Royal copenhagen dating marks

royal copenhagen dating marks

How do you date a Royal Copenhagen spisestel?

Royal Copenhagen Spisestel Kgl. Porcelæn Platter - Kgl. B&G Juleplatter 1. Dating by backstamp and painters number before 1935 2. Dating by painters number or initials 3. Dating by backstamp 1935 - 2002 Royal Copenhagen Denmark 4. Dating by back stamp DENMARK with crown or 3 wavy lines 5. Signatures 6. Juliane Marie mark 7.

How old is my Royal Copenhagen porcelain?

The trademark has been used with little variations ever since the founding and every single piece of porcelain produced by Royal Copenhagen has been stamped with the three waves. The trademark with the three waves has had changes through the years. This makes it possible to tell the age of each piece of porcelain by Royal Copenhagen.

What is the history of the Royal Copenhagen trademark?

From 1775 the wavy lines were painted by hand, but in the 1870s Royal Copenhagen began to stamp and glaze the trademark. Approximately 1870-1890​ Blue stamp, under glazing. 1887-1892 Stamp in purple or red on top of glazing. 1892 Stamp in red or green on top of glazing. Used for export items by request from the US.

What do the backstamps mean on Copenhagen porcelain?

The Backstamps the backstamps since 1775 Each piece of Royal Copenhagen porcelain has a mark on its underside, telling its own unique story.

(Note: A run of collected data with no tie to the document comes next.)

import type { RuleReport } from '../../rules/engine/runner.js';
import type { Finding, Severity } from '../../rules/engine/types.js';
import { eddingtonPerSolarMass } from '../../rules/physics/eddington.js';
import { relationAt, type RelationChoice, type RelationVerdictInput } from '../../rules/physics/relation-choice.js';
import { logLuminosityFromRadiusTeff } from '../../rules/physics/stellar.js';
import type { Binding } from '../binding/types.js';
import { AtomicFile } from './atomic-file.js';
import { MAX_FLAGGED, type PlotData } from './plot-data.js';
import { esc, markStyles, marker, svgPlot, type Band, type Curve } from './svg-plot.js';
import type { InputSummary } from './terminal.js';

export interface HtmlReportData {
  tool: { name: string; version: string };
  createdAt: string;
  inputs: InputSummary[];
  bindings: Binding[];
  rules: { id: string; title: string; severity: Severity; reports: RuleReport[] }[];
  counts: Map<string, Record<Severity, number>>;
  shown: Map<string, Finding[]>;
  plot: PlotData;
  failOn: string;
  failed: boolean;
}

const num = (n: number) => n.toLocaleString('en-US');

/** A segment of the catalog's own fit as the report records it (mass-luminosity-outlier's details). */
export interface FitSegment {
  range: [number, number];
  mode: string;
  slope: number;
  intercept: number;
  intrinsicScatterDex: number;
}

/**
 * The relation the rule judged by: a published one, or with `--relation catalog` the catalog's own
 * fit per segment (the default relation where a segment had too few stars to fit).
 */
function judgedRelation(choice: RelationChoice, fit: FitSegment[] | null): (m: number, rel: RelationVerdictInput) => boolean {
  if (choice !== 'catalog' || !fit) return (m, rel) => relationAt(choice === 'catalog' ? 'default' : choice, m, rel);
  return (m, rel) => {
    const s = fit.find((seg) => m >= seg.range[0] && m <= seg.range[1]);
    if (!s || s.mode === 'published') return relationAt('default', m, rel);
    rel.logL = s.slope * Math.log10(m) + s.intercept;
    rel.slope = s.slope;
    rel.scatter = s.intrinsicScatterDex;
    rel.brightAllowance = 0;
    return true;
  };
}

/** The relation band and Eddington lines on the mass-luminosity plane, from the same physics the rules use. */
export function massLuminosityOverlays(choice: RelationChoice, threshold: number, fit: FitSegment[] | null): { curves: Curve[]; bands: Band[] } {
  const rel: RelationVerdictInput = { relation: '', logL: NaN, slope: NaN, scatter: NaN, brightAllowance: 0 };
  const at = judgedRelation(choice, fit);
  const mid: [number, number][] = [];
  const lower: [number, number][] = [];
  const upper: [number, number][] = [];
  for (let x = -1; x <= 2.0001; x += 0.01) {
    if (!at(10 ** x, rel)) continue;
    mid.push([x, rel.logL]);
    lower.push([x, rel.logL - threshold * rel.scatter]);
    upper.push([x, rel.logL + rel.brightAllowance + threshold * rel.scatter]);
  }
  const edd = (X: number): [number, number][] => [
    [-1.5, Math.log10(eddingtonPerSolarMass(X)) - 1.5],
    [2.7, Math.log10(eddingtonPerSolarMass(X)) + 2.7],
  ];
  return {
    bands: [{ label: `main-sequence band: relation ${choice}, ${threshold} sigma of its intrinsic scatter`, lower, upper, fill: '#9ecae1' }],
    curves: [
      { label: `mass-luminosity relation (${choice})`, points: mid, stroke: '#08519c', width: 1.8 },
      { label: 'Eddington luminosity, X = 0.7', points: edd(0.7), stroke: '#7f2704', dash: '6 4' },
      { label: 'Eddington luminosity, X = 0 (no composition is above it)', points: edd(0), stroke: '#7f2704', width: 2 },
    ],
  };
}

/** Lines of constant radius on the Hertzsprung-Russell plane (Stefan-Boltzmann). */
function radiusLines(): Curve[] {
  return [0.01, 0.1, 1, 10, 100, 1000].map((r) => ({
    label: `R = ${r} R_sun`,
    points: [3.3, 5.0].map((t) => [t, logLuminosityFromRadiusTeff(r, 10 ** t)] as [number, number]),
    stroke: '#b0b0b0',
    dash: '2 3',
    width: 1,
  }));
}

function table(head: string[], rows: string[][]): string {
  return `<table><thead><tr>${head.map((h) => `<th>${h}</th>`).join('')}</tr></thead><tbody>${rows.map((r) => `<tr>${r.map((c) => `<td>${c}</td>`).join('')}</tr>`).join('')}</tbody></table>`;
}

const CSS = `
body{font:14px/1.45 system-ui,-apple-system,"Segoe UI",sans-serif;color:#1d1d1b;margin:24px auto;max-width:1180px;padding:0 16px}
h1{font-size:22px;margin:0 0 4px}h2{font-size:17px;margin:28px 0 8px;border-bottom:1px solid #ddd;padding-bottom:4px}
.meta{color:#666}.verdict{display:inline-block;padding:2px 10px;border-radius:3px;font-weight:bold;color:#fff}
.fail{background:#b2182b}.pass{background:#2b7a3d}
table{border-collapse:collapse;margin:6px 0 12px;font-size:13px}th,td{border:1px solid #ddd;padding:3px 8px;text-align:left;vertical-align:top}
th{background:#f4f4f0}td.n{text-align:right;font-variant-numeric:tabular-nums}
.error{color:#b2182b;font-weight:bold}.warning{color:#8c510a;font-weight:bold}.note{color:#2166ac}
.plots{display:flex;flex-wrap:wrap;gap:16px}.legend{display:flex;flex-wrap:wrap;gap:14px;margin:6px 0;font-size:13px}
.legend span{display:inline-flex;align-items:center;gap:4px}code{background:#f4f4f0;padding:0 3px}
`;

/** The self-contained HTML report: one file, inline CSS and SVG, no script and no network. */
export function renderHtml(d: HtmlReportData): string {
  const p = d.plot;
  const plotted = new Set([...p.mlFlagged, ...p.hrFlagged].map((f) => f.rule));
  const ruleIds = d.rules.map((r) => r.id).filter((id) => plotted.has(id));
  const styles = markStyles(ruleIds);
  const ml = d.rules.find((r) => r.id === 'mass-luminosity-outlier')?.reports[0];
  const choice = ((ml?.params.relation as string) ?? 'default') as RelationChoice;
  // The threshold the rule used (raised by `--sigma auto`), and the catalog's fit where there is one.
  const details = (ml?.details ?? {}) as { threshold?: number; catalogFit?: { segments?: FitSegment[] } | null };
  const threshold = typeof details.threshold === 'number' ? details.threshold : ((ml?.params.threshold as number) ?? 3);
  const overlays = massLuminosityOverlays(choice, threshold, details.catalogFit?.segments ?? null);
  const totals = { error: 0, warning: 0, note: 0 };
  for (const c of d.counts.values()) for (const s of ['error', 'warning', 'note'] as const) totals[s] += c[s];
  const parts: string[] = [];
  parts.push(`<!doctype html><html lang="en"><head><meta charset="utf-8"><meta name="viewport" content="width=device-width">`);
  parts.push(`<meta http-equiv="Content-Security-Policy" content="default-src 'none'; style-src 'unsafe-inline'; img-src data:">`);
  parts.push(`<title>starsieve report: ${esc(d.inputs.map((i) => i.path).join(', '))}</title><style>${CSS}</style></head><body>`);
  parts.push(`<h1>starsieve report</h1><div class="meta">${esc(d.tool.name)} ${esc(d.tool.version)} · ${esc(d.createdAt)}</div>`);
  parts.push(
    `<p><span class="verdict ${d.failed ? 'fail' : 'pass'}">${d.failed ? 'FAIL' : 'PASS'}</span> <span class="error">${num(totals.error)} error</span>, <span class="warning">${num(totals.warning)} warning</span>, <span class="note">${num(totals.note)} note</span> (fail level: ${esc(d.failOn)})</p>`,
  );
  parts.push('<h2>Diagrams</h2>');
  const legend = ruleIds
    .map((id) => `<span><svg width="14" height="14" viewBox="-7 -7 14 14">${marker(styles.get(id)!, 0, 0, 5)}</svg>${esc(id)}</span>`)
    .join('');
  parts.push(
    `<div class="legend">${legend}<span><svg width="26" height="10"><line x1="0" y1="5" x2="26" y2="5" stroke="#08519c" stroke-width="2"/></svg>mass-luminosity relation (${esc(choice)}) and its ${threshold}-sigma band</span><span><svg width="26" height="10"><line x1="0" y1="5" x2="26" y2="5" stroke="#7f2704" stroke-width="2"/></svg>Eddington limit, X = 0</span><span><svg width="26" height="10"><line x1="0" y1="5" x2="26" y2="5" stroke="#7f2704" stroke-dasharray="6 4"/></svg>X = 0.7</span></div>`,
  );
  const dens = p.ml.total > p.mlPoints.length / 2 || p.hr.total > p.hrPoints.length / 2;
  parts.push(
    `<p class="meta">Grey: ${dens ? 'density of all stars (binned; darker = more stars, log scale)' : 'every star'}; marks: flagged stars by rule (hover for the star). Stars whose luminosity was set aside as a unit slip are drawn at the suggested value.${p.flaggedNotShown ? ` ${num(p.flaggedNotShown)} flagged stars are not drawn (no mass or Teff, or beyond the ${num(MAX_FLAGGED)} drawn per diagram).` : ''}</p>`,
  );
  parts.push('<div class="plots">');
  parts.push(
    svgPlot({ title: 'Mass-luminosity diagram', xLabel: 'log M / M_sun', yLabel: 'log L / L_sun', x: [-1.5, 2.7], y: [-5.5, 7.5], grid: p.ml, points: p.mlPoints, flagged: p.mlFlagged, styles, curves: overlays.curves, bands: overlays.bands }),
  );
  parts.push(
    svgPlot({ title: 'Hertzsprung-Russell diagram', xLabel: 'log Teff / K', yLabel: 'log L / L_sun', x: [3.3, 5.0], y: [-5.5, 7.5], reverseX: true, grid: p.hr, points: p.hrPoints, flagged: p.hrFlagged, styles, curves: radiusLines(), bands: [] }),
  );
  parts.push('</div>');
  parts.push('<h2>Inputs</h2>');
  parts.push(
    table(
      ['input', 'format', 'records', 'rows checked', 'not parseable', 'rows with findings'],
      d.inputs.map((i) => [esc(i.path), esc(i.format), `<span class="n">${num(i.records)}</span>`, num(i.rows), num(i.unparseableRecords), num(i.rowsWithFindings)]),
    ),
  );
  parts.push('<h2>Findings by rule</h2>');
  parts.push(
    table(
      ['rule', 'checked', 'skipped', 'error', 'warning', 'note', 'notes'],
      d.rules.map((r) => {
        const c = d.counts.get(r.id) ?? { error: 0, warning: 0, note: 0 };
        const checked = r.reports.reduce((a, x) => a + x.checked, 0);
        const skipped = r.reports.reduce((a, x) => a + Object.values(x.skipped).reduce((s, v) => s + v, 0), 0);
        const det = r.reports[0]?.details as { expectedByChance?: number; observed?: number } | undefined;
        const note = r.reports.every((x) => x.status === 'skipped')
          ? `not run: ${esc(r.reports[0]?.reason ?? '')}`
          : typeof det?.expectedByChance === 'number'
            ? `chance alone predicts ${det.expectedByChance.toFixed(1)} exceedances; ${det.observed} seen`
            : '';
        return [`<code>${esc(r.id)}</code>`, num(checked), num(skipped), num(c.error), num(c.warning), num(c.note), note];
      }),
    ),
  );
  parts.push('<h2>Column bindings</h2>');
  d.bindings.forEach((b, k) => {
    parts.push(`<p><b>${esc(d.inputs[k]?.path ?? '')}</b></p>`);
    parts.push(table(['quantity', 'column', 'unit', 'decided by', 'why'], b.columns.map((c) => [esc(c.quantity), `<code>${esc(c.column)}</code>`, esc(c.unit || '-'), esc(`${c.quantitySource} / ${c.unitSource}`), esc(c.reason)])));
    if (b.notes.length) parts.push(`<ul>${b.notes.map((n) => `<li>${esc(n)}</li>`).join('')}</ul>`);
  });
  parts.push('<h2>Findings</h2>');
  for (const r of d.rules) {
    const list = d.shown.get(r.id);
    if (!list?.length) continue;
    const c = d.counts.get(r.id)!;
    const total = c.error + c.warning + c.note;
    parts.push(`<h3><code>${esc(r.id)}</code> ${esc(r.title)} <span class="meta">(${num(total)}${total > list.length ? `, first ${list.length} shown; all are in the JSON report` : ''})</span></h3>`);
    parts.push(
      table(
        ['severity', 'row', 'line', 'star', 'message', 'suggestion'],
        list.map((f) => [
          `<span class="${f.severity}">${f.severity}</span>`,
          f.scope === 'column' ? 'column' : f.row === null ? 'no row' : num(f.row),
          f.line === null ? '' : num(f.line),
          esc(f.id ?? ''),
          esc(f.message) + (f.cause ? ` <span class="meta">(likely caused by ${esc(f.cause)})</span>` : ''),
          esc(f.suggestion?.text ?? ''),
        ]),
      ),
    );
  }
  parts.push(`<p class="meta">A finding is a flag for review, not proof. No relation is applied outside its validity range.</p></body></html>\n`);
  return parts.join('\n');
}

/** Writes the page atomically, like the other reports. */
export function writeHtml(path: string, data: HtmlReportData): void {
  const f = new AtomicFile(path);
  f.write(renderHtml(data));
  f.commit();
}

The three waves, the royal stamp and the painters signature; symbolising authenticity, its royal heritage and hand-craftsmanship.

How old is my Royal Copenhagen porcelain?

The trademark has been used with little variations ever since the founding and every single piece of porcelain produced by Royal Copenhagen has been stamped with the three waves. The trademark with the three waves has had changes through the years. This makes it possible to tell the age of each piece of porcelain by Royal Copenhagen.

What is the history of the Royal Copenhagen trademark?

From 1775 the wavy lines were painted by hand, but in the 1870s Royal Copenhagen began to stamp and glaze the trademark. Approximately 1870-1890​ Blue stamp, under glazing. 1887-1892 Stamp in purple or red on top of glazing. 1892 Stamp in red or green on top of glazing. Used for export items by request from the US.

What do the backstamps mean on Copenhagen porcelain?

The Backstamps the backstamps since 1775 Each piece of Royal Copenhagen porcelain has a mark on its underside, telling its own unique story. The three waves, the royal stamp and the painters signature; symbolising authenticity, its royal heritage and hand-craftsmanship.

What are the three lines on the Royal Copenhagen logo?

From the founding of Royal Copenhagen 1 st May 1775 it was decided that the trademark/brand/factory stamp should consist of three wavy lines (waves), symbolizing the three waterways through Denmark; the Sound and the two belts (the Sound (Oresund)), the Great Belt and the Little Belt).

What makes Royal Copenhagen porcelain unique?

Each piece of Royal Copenhagen porcelain has a mark on its underside, telling its own unique story. The three waves, the royal stamp and the painters signature; symbolising authenticity, its royal heritage and hand-craftsmanship.

What are the three waves on Copenhagen porcelain?

Marks and Backstamps Prize-winning royal porcelain Since 1775, every piece of porcelain that has left Royal Copenhagen carries its factory marks; the three waves, the royal crown and the painters mark. These are symbols of authenticity, the royal connection and the mark of handcraftsmanship. The three blue waves

What is a backstamp on a piece of furniture?

A backstamp is simply the manufacturer’s mark on the bottom of a piece. This mark is placed by the manufacturer under the glaze and includes important information. One thing I hear quite often as an Appraiser and Curator is, “These have to be over 100 years old, my husband’s grandmother had them and she died 10 years ago at the age of 88”.

When did they start stamping on the Royal Copenhagen trademark?

From 1775 the wavy lines were painted by hand, but in the 1870s Royal Copenhagen began to stamp and glaze the trademark. Approximately 1870-1890​ Blue stamp, under glazing. 1887-1892 Stamp in purple or red on top of glazing. 1892 Stamp in red or green on top of glazing.